Task to complete = Would you go through the records below and copy each line with the string "toBeCloseTo"?

--- Exercise materials ---

// Each stage kind's field model (sim/stages/<kind>/field.ts) against its closed form, directly:
// the potential, E = −∇Φ of every unit solution, Laplace's equation, electrode potentials and the
// batch acceleration the coupled stepper uses. Gradients and Laplacians by central differences
// (a general numerical method, no project code): with step δ = 1e-4·r0 the truncation error of a
// first derivative is O(δ²) ≈ 1e-8 relative and of a second O(δ²) over a rounding floor of
// ε·|φ|/δ² ≈ 1e-8/r0²; the tolerances below sit above both.
import { describe, it, expect } from 'vitest';
import type { FieldModel } from '../../sim/core/field-model.js';
import { sumPotential } from '../../sim/core/field-model.js';
import { quadrupoleField } from '../../sim/stages/quadrupole/field.js';
import { trapField } from '../../sim/stages/trap/field.js';
import { uniformField } from '../../sim/stages/shared/uniform-field.js';
import { kindOf } from '../../sim/stages/registry.js';
import { mathieuParameters } from '../../sim/mathieu/parameters.js';
import { ATOMIC_MASS_UNIT, ELEMENTARY_CHARGE } from '../../sim/units/constants.js';
import type { QuadrupoleStage, TrapStage } from '../../sim/stages/types.js';

const r0 = 4e-3, U = 118, V = 830, f = 1.2e6, phase = 0.3, omega = 2 * Math.PI * f;
const quad: QuadrupoleStage = { type: 'quadrupole', r0, rf: { amplitude: V, frequency: f, phase }, dc: U, length: 0.15, zStart: 0.01, zEnd: 0.16 };
const z0 = 5e-3, rT = 7.07e-3;
const trap: TrapStage = { type: 'trap', r0: rT, z0, rf: { amplitude: 400, frequency: 1.05e6, phase: 0 }, dc: -20, aperture: 1e-3, zStart: 0, zEnd: 2 * z0, length: 2 * z0, aux: { amplitude: 3, frequency: 90e3, phase: 0.5 } };

const points = [[0.3e-3, -0.8e-3, 0.2e-3], [1.1e-3, 0.4e-3, -0.6e-3], [-0.5e-3, -1.2e-3, 1.0e-3]];

function checkTerms(m: FieldModel, scale: number) {
  const d = 1e-4 * scale, out = new Float64Array(3);
  for (const term of m.terms) {
    for (const [x, y, z] of points) {
      term.unitField(x, y, z, out);
      const gx = (term.unitPotential(x + d, y, z) - term.unitPotential(x - d, y, z)) / (2 * d);
      const gy = (term.unitPotential(x, y + d, z) - term.unitPotential(x, y - d, z)) / (2 * d);
      const gz = (term.unitPotential(x, y, z + d) - term.unitPotential(x, y, z - d)) / (2 * d);
      const size = Math.max(1 / scale, Math.hypot(gx, gy, gz));
      expect(Math.abs(out[0] + gx) / size).toBeLessThan(1e-6);
      expect(Math.abs(out[1] + gy) / size).toBeLessThan(1e-6);
      expect(Math.abs(out[2] + gz) / size).toBeLessThan(1e-6);
      // Laplace's equation ∇²φ = 0 for a field in vacuum (Jackson, Classical Electrodynamics, eq. 1.23).
      const p0 = term.unitPotential(x, y, z);
      const lap = (term.unitPotential(x + d, y, z) + term.unitPotential(x - d, y, z) + term.unitPotential(x, y + d, z)
        + term.unitPotential(x, y - d, z) + term.unitPotential(x, y, z + d) + term.unitPotential(x, y, z - d) - 6 * p0) / (d * d);
      expect(Math.abs(lap) * scale * scale).toBeLessThan(1e-5);
    }
  }
}

function checkAcceleration(m: FieldModel, t: number) {
  const n = points.length, qm = new Float64Array(n).fill(ELEMENTARY_CHARGE / (500 * ATOMIC_MASS_UNIT));
  const x = Float64Array.from(points.map((p) => p[0])), y = Float64Array.from(points.map((p) => p[1])), z = Float64Array.from(points.map((p) => p[2]));
  const ax = new Float64Array(n), ay = new Float64Array(n), az = new Float64Array(n);
  m.addAcceleration(t, n, x, y, z, qm, ax, ay, az);
  const e = new Float64Array(3);
  for (let i = 0; i < n; i++) {
    let ex = 0, ey = 0, ez = 0;
    // The coupled stepper runs every term, the supplementary AC included, on the run clock.
    for (const k of m.terms) { k.unitField(x[i], y[i], z[i], e); const c = k.drive(t); ex += c * e[0]; ey += c * e[1]; ez += c * e[2]; }
    const size = Math.hypot(ex, ey, ez) * qm[i];
    expect(Math.abs(ax[i] - qm[i] * ex) / size).toBeLessThan(1e-12);
    expect(Math.abs(ay[i] - qm[i] * ey) / size).toBeLessThan(1e-12);
    expect(Math.abs(az[i] - qm[i] * ez) / size).toBeLessThan(1e-12);
  }
}

describe('quadrupole field model', () => {
  const m = quadrupoleField(quad);
  it('is Φ = (U + V cos(Ω(t + τ) + φ))(x² − y²)/r0² (Dawson 1976, ch. 2), the sum of its terms', () => {
    for (const [x, y, z] of points) for (const [t, tau] of [[0, 0], [3.1e-7, 1e-8], [5e-6, -2e-7]]) {
      const closed = ((U + V * Math.cos(omega * (t + tau) + phase)) * (x * x - y * y)) / (r0 * r0);
      expect(m.potential(x, y, z, t, tau)).toBeCloseTo(closed, 10);
      expect(sumPotential(m.terms, x, y, z, t, tau)).toBeCloseTo(closed, 10);
    }
    // Rod surfaces x² − y² = ±r0²: the rods sit at ±(U + V cos θ).
    expect(m.potential(r0, 0, 0, 0, 0)).toBeCloseTo(U + V * Math.cos(phase), 9);
    expect(m.potential(0, r0, 0, 0, 0)).toBeCloseTo(-(U + V * Math.cos(phase)), 9);
  });
  it('has E = −∇φ for each unit solution, which solves Laplace’s equation', () => checkTerms(m, r0));
  it('gives the batch acceleration (q/m)·Σ c_k E_k', () => checkAcceleration(m, 1.7e-7));
  it('is linear, time-dependent, with the rods at x² + y² = r0² and no potential step', () => {
    expect(m.linear).toBe(true);
    expect(m.steady).toBe(false);
    expect(m.drop).toBe(0);
    expect(m.outside(0.99 * r0, 0, 0)).toBe(false);
    expect(m.outside(0.8 * r0, 0.61 * r0, 0)).toBe(true);
    expect(quadrupoleField({ ...quad, rf: { ...quad.rf, amplitude: 0 } }).steady).toBe(true);
  });
});

describe('trap field model', () => {
  const m = trapField(trap);
  const d2 = rT * rT + 2 * z0 * z0;
  it('puts U + V cos θ between ring and end caps (March & Todd 2005, ch. 2: ring r² − 2z² = r0², caps 2z² − r² = 2z0²)', () => {
    const plain = trapField({ ...trap, aux: undefined });
    for (const t of [0, 2.2e-7, 9e-7]) {
      expect(plain.potential(rT, 0, 0, t) - plain.potential(0, 0, z0, t)).toBeCloseTo(-20 + 400 * Math.cos(omegaT(t)), 9);
      // The supplementary AC adds −A cos(ω t + φ)·z/(2 z0): A between the caps (uniform-field approximation).
      const aux = 3 * Math.cos(2 * Math.PI * 90e3 * t + 0.5);
      expect(m.potential(0, 0, -z0, t) - m.potential(0, 0, z0, t)).toBeCloseTo(aux, 9);
    }
  });
  it('has E = −∇φ for each unit solution (ring, caps and the supplementary dipole), each solving Laplace’s equation', () => checkTerms(m, rT));
  it('gives the batch acceleration (q/m)·Σ c_k E_k', () => checkAcceleration(m, 4.4e-7));
  it('measures z from the trap centre and finds ions past ring or caps', () => {
    expect(m.zRef).toBe(z0);
    expect(m.outside(0, 0, 0.99 * z0)).toBe(false);
    expect(m.outside(0, 0, 1.01 * z0)).toBe(true);
    expect(m.outside(1.01 * rT, 0, 0)).toBe(true);
    expect(m.linear).toBe(false);
  });
  it('gives the kind’s Mathieu q_z = 8zeV/(m (r0² + 2z0²) Ω²) (DESIGN.md; March & Todd 2005, ch. 2)', () => {
    const g = kindOf(trap).operatingPoint!(trap);
    const [zAxis] = mathieuParameters({ ...g, mz: 609, charge: 1 });
    const w = 2 * Math.PI * 1.05e6;
    const qz = (8 * ELEMENTARY_CHARGE * 400) / (609 * ATOMIC_MASS_UNIT * d2 * w * w);
    expect(zAxis.axis).toBe('z');
    expect(zAxis.q).toBeCloseTo(qz, 12);
  });
});

function omegaT(t: number): number { return 2 * Math.PI * 1.05e6 * t; }

describe('uniform-field model (acceleration gaps, reflectrons, source regions, drifts)', () => {
  const L = 0.02, Vg = 1500;
  const m = uniformField(0.1, L, Vg, 5e-3);
  it('falls by V over L: Φ(exit) − Φ(entrance) = −V, E_z = V/L inside (uniform field between grids)', () => {
    expect(m.drop).toBe(-Vg);
    expect(m.dcPotential(0, 0, L) - m.dcPotential(0, 0, 0)).toBeCloseTo(-Vg, 9);
    expect(m.dcPotential(0, 0, L / 4)).toBeCloseTo(-Vg / 4, 9);
    const out = new Float64Array(3);
    m.terms[0].unitField(0, 0, L / 2, out);
    expect(m.terms[0].drive(0) * out[2]).toBeCloseTo(Vg / L, 6);
    expect(m.steady).toBe(true);
    expect(m.outside(4.9e-3, 0, 0)).toBe(false);
    expect(m.outside(5e-3, 0, 0)).toBe(true);
  });
  it('is field-free at zero voltage, with no aperture when none is given', () => {
    const drift = uniformField(0, 0.3, 0, Infinity);
    expect(drift.terms.length).toBe(0);
    expect(drift.linear).toBe(true);
    expect(drift.dcPotential(1e-3, 2e-3, 0.1)).toBe(0);
    expect(drift.outside(1, 1, 0)).toBe(false);
  });
});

---

Result of the task =
      expect(m.potential(x, y, z, t, tau)).toBeCloseTo(closed, 10);
      expect(sumPotential(m.terms, x, y, z, t, tau)).toBeCloseTo(closed, 10);
    expect(m.potential(r0, 0, 0, 0, 0)).toBeCloseTo(U + V * Math.cos(phase), 9);
    expect(m.potential(0, r0, 0, 0, 0)).toBeCloseTo(-(U + V * Math.cos(phase)), 9);
      expect(plain.potential(rT, 0, 0, t) - plain.potential(0, 0, z0, t)).toBeCloseTo(-20 + 400 * Math.cos(omegaT(t)), 9);
      expect(m.potential(0, 0, -z0, t) - m.potential(0, 0, z0, t)).toBeCloseTo(aux, 9);
    expect(zAxis.q).toBeCloseTo(qz, 12);
    expect(m.dcPotential(0, 0, L) - m.dcPotential(0, 0, 0)).toBeCloseTo(-Vg, 9);
    expect(m.dcPotential(0, 0, L / 4)).toBeCloseTo(-Vg / 4, 9);
    expect(m.terms[0].drive(0) * out[2]).toBeCloseTo(Vg / L, 6);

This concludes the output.